MATERIALS PROVIDED ::
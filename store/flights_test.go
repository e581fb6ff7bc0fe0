package store_test

import (
	"testing"
	"time"

	"github.com/rotorwright/rotorwright/fleet"
)

func TestFlightRules(t *testing.T) {
	f := newFixture(t)
	a, b := f.airframe("RW-61", "quad-x"), f.airframe("RW-62", "quad-x")
	p := f.pack()
	f.flight(a, nil, base, 20, p)

	try := func(af *fleet.Airframe, at time.Time, minutes int, packs ...*fleet.Part) error {
		fl := &fleet.Flight{AirframeID: af.ID, Pilot: "T. Lind", TakeoffAt: at, LandingAt: at.Add(time.Duration(minutes) * time.Minute)}
		for _, pk := range packs {
			fl.Packs = append(fl.Packs, fleet.FlightPack{PartID: pk.ID})
		}
		_, err := f.db.CreateFlight(f.ctx, fl)
		return err
	}
	// Overlapping flights of one airframe: refused by the exclusion constraint.
	wantCode(t, try(a, base.Add(10*time.Minute), 20), fleet.ECONFLICT, "takeoff_at")
	// Back to back is fine: [takeoff, landing) intervals touch, not overlap.
	if err := try(a, base.Add(20*time.Minute), 5); err != nil {
		t.Fatalf("back-to-back flight refused: %v", err)
	}
	// One pack cannot fly two overlapping flights, even on different airframes.
	wantCode(t, try(b, base.Add(5*time.Minute), 10, p), fleet.ECONFLICT, "packs")
	// Landing before (or at) take-off is refused.
	wantCode(t, try(b, base.Add(time.Hour), 0), fleet.EUNPROCESSABLE, "landing_at")
	wantCode(t, try(b, base.Add(time.Hour), -5), fleet.EUNPROCESSABLE, "landing_at")
	// A part that is not a pack is refused as a pack.
	wantCode(t, try(b, base.Add(2*time.Hour), 10, f.motor(fleet.CW, "")), fleet.EUNPROCESSABLE, "packs[0]")
	// Nothing was half-written by the refusals: a has 2 flights, b none.
	for _, c := range []struct {
		af   *fleet.Airframe
		want int
	}{{a, 2}, {b, 0}} {
		list, _, err := f.db.Flights(f.ctx, storeFlightFilter(c.af.ID), storePage(50))
		if err != nil {
			t.Fatal(err)
		}
		if len(list) != c.want {
			t.Fatalf("%s has %d flights, want %d", c.af.Code, len(list), c.want)
		}
	}
}
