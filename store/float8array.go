package store

import (
	"encoding/binary"
	"fmt"
	"math"

	"github.com/jackc/pgx/v5/pgtype"
)

// float8Array decodes a one-dimensional float8[] as PostgreSQL sends it in
// binary (array_send: dimensions, a has-nulls flag, the element type, each
// dimension's length and lower bound, then each element as a length, -1 for
// NULL, and eight big-endian bytes), NULL elements as nil. An empty array
// is an empty, non-nil slice. Text format is handed to pgx.
func float8Array(format int16, b []byte) ([]*float64, error) {
	if b == nil {
		return nil, fmt.Errorf("float8 array: NULL")
	}
	if format != pgtype.BinaryFormatCode {
		var out []*float64
		if err := pgtype.NewMap().Scan(pgtype.Float8ArrayOID, format, b, &out); err != nil {
			return nil, err
		}
		if out == nil {
			out = []*float64{}
		}
		return out, nil
	}
	bad := func(why string) error { return fmt.Errorf("float8 array: %s", why) }
	if len(b) < 12 {
		return nil, bad("short header")
	}
	ndim := binary.BigEndian.Uint32(b)
	if ndim == 0 {
		return []*float64{}, nil
	}
	if ndim != 1 || len(b) < 20 {
		return nil, bad(fmt.Sprintf("%d dimensions", ndim))
	}
	if oid := binary.BigEndian.Uint32(b[8:]); oid != pgtype.Float8OID {
		return nil, bad(fmt.Sprintf("element type %d", oid))
	}
	n := int(binary.BigEndian.Uint32(b[12:]))
	b = b[20:]
	out := make([]*float64, n)
	vals := make([]float64, n) // one allocation for every element
	for i := range out {
		if len(b) < 4 {
			return nil, bad("short element")
		}
		l := int32(binary.BigEndian.Uint32(b))
		b = b[4:]
		if l == -1 {
			continue
		}
		if l != 8 || len(b) < 8 {
			return nil, bad(fmt.Sprintf("element of %d bytes", l))
		}
		vals[i] = math.Float64frombits(binary.BigEndian.Uint64(b))
		out[i], b = &vals[i], b[8:]
	}
	if len(b) != 0 {
		return nil, bad("trailing bytes")
	}
	return out, nil
}

// packedBins decodes bins_packed as the statement returned it: binary is
// the bytes themselves (pgx asks for binary for bytea), decoded without a
// copy; text (the simple protocol) is unescaped by pgx first.
func packedBins(format int16, b []byte) ([]*float64, error) {
	if format != pgtype.BinaryFormatCode && b != nil {
		var raw []byte
		if err := pgtype.NewMap().Scan(pgtype.ByteaOID, format, b, &raw); err != nil {
			return nil, err
		}
		b = raw
	}
	return packedFloats(b)
}

// packedFloats decodes motor_runs.bins_packed (migration 023): each value a
// tag byte, 0 for NULL (nil here) and 1 for a value, then for a value its
// eight big-endian bytes. An empty input is an empty, non-nil slice.
func packedFloats(b []byte) ([]*float64, error) {
	if b == nil {
		return nil, fmt.Errorf("packed floats: NULL")
	}
	n := 0 // values: count the tags first, for one allocation of each kind
	for i := 0; i < len(b); n++ {
		switch b[i] {
		case 0:
			i++
		case 1:
			if i+9 > len(b) {
				return nil, fmt.Errorf("packed floats: value %d cut short", n)
			}
			i += 9
		default:
			return nil, fmt.Errorf("packed floats: tag %d at byte %d", b[i], i)
		}
	}
	out, vals := make([]*float64, n), make([]float64, n)
	for i := range out {
		if b[0] == 0 {
			b = b[1:]
			continue
		}
		vals[i] = math.Float64frombits(binary.BigEndian.Uint64(b[1:]))
		out[i], b = &vals[i], b[9:]
	}
	return out, nil
}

TASK DESCRIPTION :: Look over the records above and copy each line that includes the string "dimensions".

ANSWER ::
// binary (array_send: dimensions, a has-nulls flag, the element type, each
		return nil, bad(fmt.Sprintf("%d dimensions", ndim))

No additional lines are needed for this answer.